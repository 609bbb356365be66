"""The built-in invariant plugins of crystaltop.

Each module provides one invariant through the ``crystaltop_invariants`` hook and is registered through the
entry-point group ``crystaltop.invariants`` exactly like an outside plugin. They import only the public plugin
API :mod:`crystaltop.plugin` (and numpy).
"""

#: module names of the built-in plugins, in the order they are listed in pyproject.toml
BUILTIN = ("chern", "polarization", "z2", "weak_indices", "parity_indices", "inversion_indicator",
           "rotation_eigenvalues", "rotation_indices", "mirror_chern", "corner_charge", "dislocation_response",
           "disclination_charge")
######
> _THE PROBLEM_
Print the entries exactly. Include every one.

> _RESPONSE_
repository 609bbb356365be66
"""The built-in invariant plugins of crystaltop.

Each module provides one invariant through the ``crystaltop_invariants`` hook and is registered through the
entry-point group ``crystaltop.invariants`` exactly like an outside plugin. They import only the public plugin
API :mod:`crystaltop.plugin` (and numpy).
"""

#: module names of the built-in plugins, in the order they are listed in pyproject.toml
BUILTIN = ("chern", "polarization", "z2", "weak_indices", "parity_indices", "inversion_indicator",
           "rotation_eigenvalues", "rotation_indices", "mirror_chern", "corner_charge", "dislocation_response",
           "disclination_charge")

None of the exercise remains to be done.